▶ [What is being asked] Find every line in the records below that contains the word "repeat", and copy each such line.

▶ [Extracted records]
"""The demo's report at 500 px and 1280 px has no horizontal overflow
(issue 16 "Done when"), measured by headless Chromium through
scripts/report_screenshot.py; skipped where Chromium is not installed.

The measurement itself is checked on a page made to overflow (a 900 px
wide block in a 500 px window), so that the test cannot pass by reading
nothing.
"""

from __future__ import annotations

import subprocess
import sys
from pathlib import Path

import pytest

from doseattr.cli import main

ROOT = Path(__file__).resolve().parent.parent
SCRIPT = ROOT / "scripts" / "report_screenshot.py"
sys.path.insert(0, str(SCRIPT.parent))
from report_screenshot import find_chromium  # noqa: E402

pytestmark = pytest.mark.skipif(find_chromium() is None,
                                reason="no Chromium (Debian package chromium) to render with")


def _script(report: Path, shots: Path) -> subprocess.CompletedProcess:
    return subprocess.run([sys.executable, str(SCRIPT), str(report), "--out", str(shots)],
                          capture_output=True, text=True, timeout=300, check=False)


def test_the_demo_report_fits_at_500_and_1280_px(tmp_path):
    out = tmp_path / "demo"
    assert main(["demo", "--out", str(out), "--quiet"]) == 0
    done = _script(out / "report.html", tmp_path / "shots")
    assert done.returncode == 0, done.stdout + done.stderr
    lines = done.stdout.splitlines()
    assert len(lines) == 2
    for width, line in zip((500, 1280), lines):
        assert line.startswith(f"{width} px window: viewport {width} px, page {width} px wide")
        png = tmp_path / "shots" / f"report-{width}px.png"
        assert png.read_bytes()[:8] == b"\x89PNG\r\n\x1a\n"


def test_an_overflowing_page_is_caught(tmp_path):
    page = tmp_path / "wide.html"
    page.write_text("<!DOCTYPE html><html><head><meta name='viewport' "
                    "content='width=device-width, initial-scale=1'></head><body>"
                    "<div style='width:900px'>wide</div></body></html>")
    done = _script(page, tmp_path / "shots")
    assert done.returncode == 1
    assert "500 px window: viewport 500 px, page" in done.stdout and "OVERFLOWS" in done.stdout
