"""Benchmark: the Monte Carlo of an empirical exposure (weighted bootstrap)
and the width-by-source table, CPU time and peak memory.

Inputs are generated here (not data; every number is invented):

- values: ``N`` lognormal exposures ``exp(2 + Z)`` (all distinct), or the
  same rounded to 0.1 (``rounded``: a few hundred distinct values), with
  importance weights ``0.5 + U(0, 1)``, from ``numpy.random.default_rng(1)``;
- curve: log-linear, RR 1.08 per 10 units, 95% CI 1.05 to 1.11;
- minimum-risk level: uniform on 2 to 4 units.

Cases (each in a child process of its own, so that its peak memory is its
own; ``VmHWM`` from /proc/self/status, which an exec does not inherit):

``core``
    core ``propagate`` of one stratum over the empirical exposure, curve,
    exposure and minimum-risk level varying, the PAF only: the empirical
    path's Monte Carlo alone.
``width``
    ``run_analysis`` of an analysis with the values as a table
    (``family = "empirical"``) and ``[uncertainty]``: the joint draws
    (stage ``draws``) and the width-by-source table (the stage whose name
    starts ``draws, one source``) timed apart through
    ``doseattr.analysis.progress.stage_listener``.
``curve-only``
    ``run_analysis`` of a burden table of ``--zones`` strata (zones, as in
    a grid run), zone ``z`` with ``50 + z`` cases and its own lognormal
    exposure entered as numbers, GM ``6 + 0.02 z``, GSD ``1.5 + 0.004 z``
    (no sampling error), the minimum-risk level fixed at 3 units and a
    linear excess risk, ERR 0.01 per unit (95% CI 0.005 to 0.015; a
    log-linear curve extended over a lognormal tail has no finite mean):
    only the curve varies, so the width table is the joint interval (the
    Monte Carlo ran twice before).

``--repo`` runs a case against another checkout (``/work/main`` for the
figures before a change). ``--memory-cap-gb`` sets ``RLIMIT_AS`` in each
child, so that a run needing more memory stops with ``MemoryError``
(reported as such) instead of pressing a shared machine. Times are CPU
seconds (``time.process_time``, all threads of the child), the best of
``--repeat`` runs; the load average (``os.getloadavg``) is printed beside
each, as CPU time on a shared 2-core machine still moves with the load.

Usage:  python scripts/benchmark_draws.py [--repo DIR] [--values 100000,1000000]
        [--draws 1000] [--cases core,width,curve-only] [--width-values 100000] [--zones 200]
        [--memory-cap-gb 8] [--repeat 1] [--json FILE]
"""

from __future__ import annotations

import argparse
import json
import os
import platform
import resource
import subprocess
import sys
import tempfile
import time
from pathlib import Path
from typing import Any

SCRIPT = Path(__file__).resolve()
REPO = SCRIPT.parents[1]
CURVE = {"model": "log-linear", "rr": 1.08, "per": 10.0, "ci": [1.05, 1.11], "beyond": "extend"}
LINEAR = {"model": "linear", "err": 0.01, "per": 1.0, "ci": [0.005, 0.015], "beyond": "extend"}
MINIMUM_RISK = (2.0, 4.0)


def make_values(n: int, rounded: bool) -> tuple[Any, Any]:
    """``n`` lognormal values (rounded to 0.1 when ``rounded``) and weights."""
    import numpy as np

    rng = np.random.default_rng(1)
    x = np.exp(2.0 + rng.standard_normal(n))
    w = 0.5 + rng.random(n)
    return (np.round(x, 1) if rounded else x), w


def peak_mb() -> float:
    """This process's peak resident memory (VmHWM), MB."""
    for line in Path("/proc/self/status").read_text().splitlines():
        if line.startswith("VmHWM:"):
            return int(line.split()[1]) / 1024
    return resource.getrusage(resource.RUSAGE_SELF).ru_maxrss / 1024


def child_core(n: int, draws: int, rounded: bool) -> dict[str, Any]:
    import numpy as np

    from doseattr.core.curves.published import published_curve
    from doseattr.core.exposure.empirical import empirical
    from doseattr.core.uncertainty.propagate import Stratum, propagate

    x, w = make_values(n, rounded)
    exposure = empirical(x, w, weight_meaning="importance")
    curve = published_curve("log-linear", rr=1.08, per=10.0, ci=(1.05, 1.11))
    t0 = time.process_time()
    prop = propagate(curve, [Stratum("population", 1.0, exposure)], [], draws=draws,
                     rng=np.random.default_rng(7), minimum_risk=MINIMUM_RISK,
                     sources=("curve", "exposure", "minimum_risk"))
    cpu = time.process_time() - t0
    q = np.quantile(prop.paf[0], [0.025, 0.5, 0.975])
    return {"cpu_s": cpu, "paf_quantiles": [float(v) for v in q]}


def child_analysis(n: int, draws: int, curve_only: bool) -> dict[str, Any]:
    from doseattr.analysis.config import analysis_from_dict
    from doseattr.analysis.pipeline import run_analysis
    from doseattr.analysis.progress import stage_listener

    with tempfile.TemporaryDirectory() as folder:
        curve = CURVE
        extra: dict[str, Any] = {}
        if curve_only:
            exposure: dict[str, Any] = {"gm": 8.0, "gsd": 2.0}
            curve = LINEAR
            rows = "".join(f"Zone {z:03d},{50 + z},{6.0 + 0.02 * z:.2f},{1.5 + 0.004 * z:.3f}\n"
                           for z in range(n))
            (Path(folder) / "zones.csv").write_text("stratum,cases,gm,gsd\n" + rows)
            extra = {"burden": {"table": "zones.csv"}}
        else:
            x, w = make_values(n, False)
            lines = "".join(f"{a!r},{b!r}\n" for a, b in zip(x.tolist(), w.tolist()))
            (Path(folder) / "values.csv").write_text("value,weight\n" + lines)
            exposure = {"table": "values.csv", "family": "empirical", "weights": "importance"}
        d = {"unit": "ug/m3", "curve": curve, "exposure": exposure,
             "attribution": {"minimum_risk": 3.0 if curve_only else list(MINIMUM_RISK)},
             "uncertainty": {"draws": draws, "seed": 5}, **extra}
        analysis = analysis_from_dict(d, base_dir=Path(folder))
        stages: dict[str, float] = {}
        current: list[tuple[str, float]] = []

        def listen(stage: str) -> None:
            now = time.process_time()
            if current:
                name, start = current.pop()
                key = "width" if name.startswith("draws, one source") else name
                stages[key] = stages.get(key, 0.0) + now - start
            if stage:
                current.append((stage, now))

        t0 = time.process_time()
        with stage_listener(listen):
            results = run_analysis(analysis)
        cpu = time.process_time() - t0
        widths = {w.source: [w.lower, w.upper] for w in results.width_by_source}
        return {"cpu_s": cpu, "joint_draws_s": stages.get("draws"),
                "width_s": stages.get("width", 0.0), "widths": widths}


def run_child(args: argparse.Namespace, case: str, n: int) -> dict[str, Any]:
    """One case in a child process, ``--repeat`` times; the best CPU time."""
    best: dict[str, Any] | None = None
    for _ in range(args.repeat):
        cmd = [sys.executable, str(SCRIPT), "--child", case, "--n", str(n),
               "--draws", str(args.draws), "--repo", args.repo,
               "--memory-cap-gb", str(args.memory_cap_gb)]
        before = os.getloadavg()[0]
        t0 = time.perf_counter()
        done = subprocess.run(cmd, capture_output=True, text=True, check=False)
        wall = time.perf_counter() - t0
        if done.returncode != 0:
            tail = (done.stderr.strip().splitlines() or ["?"])[-1]
            return {"case": case, "n": n, "draws": args.draws, "error": tail[:200],
                    "wall_s": wall, "load": [before, os.getloadavg()[0]]}
        out = json.loads(done.stdout.strip().splitlines()[-1])
        out.update(case=case, n=n, draws=args.draws, wall_s=wall,
                   load=[before, os.getloadavg()[0]])
        if best is None or out["cpu_s"] < best["cpu_s"]:
            best = out
    assert best is not None
    return best


def child_main(args: argparse.Namespace) -> None:
    sys.path.insert(0, str(Path(args.repo).resolve()))
    if args.memory_cap_gb > 0:
        cap = int(args.memory_cap_gb * 2**30)
        resource.setrlimit(resource.RLIMIT_AS, (cap, cap))
    case, n, draws = args.child, args.n, args.draws
    if case in ("core", "core-rounded"):
        out = child_core(n, draws, case == "core-rounded")
    else:
        out = child_analysis(n, draws, case == "curve-only")
    out["peak_mb"] = peak_mb()
    import doseattr

    out["doseattr"] = str(Path(doseattr.__file__).parent)
    print(json.dumps(out))


def describe(r: dict[str, Any]) -> str:
    head = f"{r['case']:<12} n={r['n']:<8g} draws={r['draws']:<5}"
    load = f"load {r['load'][0]:.2f}->{r['load'][1]:.2f}"
    if "error" in r:
        return f"{head} FAILED ({r['error']}); wall {r['wall_s']:.1f} s, {load}"
    parts = [f"cpu {r['cpu_s']:.1f} s", f"peak {r['peak_mb']:.0f} MB"]
    if r.get("joint_draws_s") is not None:
        parts.append(f"joint draws {r['joint_draws_s']:.1f} s, width table {r['width_s']:.1f} s")
    parts.append(f"wall {r['wall_s']:.1f} s")
    return f"{head} " + ", ".join(parts) + f"; {load}"


def main(argv: list[str] | None = None) -> int:
    p = argparse.ArgumentParser(description=__doc__.split("\n")[0])
    p.add_argument("--repo", default=str(REPO), help="checkout whose doseattr is measured")
    p.add_argument("--values", default="100000,1000000", help="sizes for the core case")
    p.add_argument("--width-values", type=int, default=100_000, help="size for 'width'")
    p.add_argument("--zones", type=int, default=200, help="strata for 'curve-only'")
    p.add_argument("--draws", type=int, default=1000)
    p.add_argument("--cases", default="core,width,curve-only")
    p.add_argument("--memory-cap-gb", type=float, default=8.0, help="RLIMIT_AS per child (0: none)")
    p.add_argument("--repeat", type=int, default=1)
    p.add_argument("--json", help="write the figures here")
    p.add_argument("--child", help=argparse.SUPPRESS)
    p.add_argument("--n", type=int, default=0, help=argparse.SUPPRESS)
    args = p.parse_args(argv)
    if args.child:
        child_main(args)
        return 0
    print(f"{platform.node()} {platform.processor() or platform.machine()}, "
          f"{os.cpu_count()} cores; repo {args.repo}")
    print("uptime:", subprocess.run(["uptime"], capture_output=True, text=True).stdout.strip())
    results = []
    for case in args.cases.split(","):
        sizes = ([int(float(v)) for v in args.values.split(",")] if case.startswith("core")
                 else [args.zones] if case == "curve-only" else [args.width_values])
        for n in sizes:
            r = run_child(args, case, n)
            print(describe(r), flush=True)
            results.append(r)
    print("uptime:", subprocess.run(["uptime"], capture_output=True, text=True).stdout.strip())
    if args.json:
        Path(args.json).write_text(json.dumps(results, indent=1))
    return 0


if __name__ == "__main__":
    raise SystemExit(main())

▶ [Response to this task]
``--repeat`` runs; the load average (``os.getloadavg``) is printed beside
        [--memory-cap-gb 8] [--repeat 1] [--json FILE]
    """One case in a child process, ``--repeat`` times; the best CPU time."""
    for _ in range(args.repeat):
    p.add_argument("--repeat", type=int, default=1)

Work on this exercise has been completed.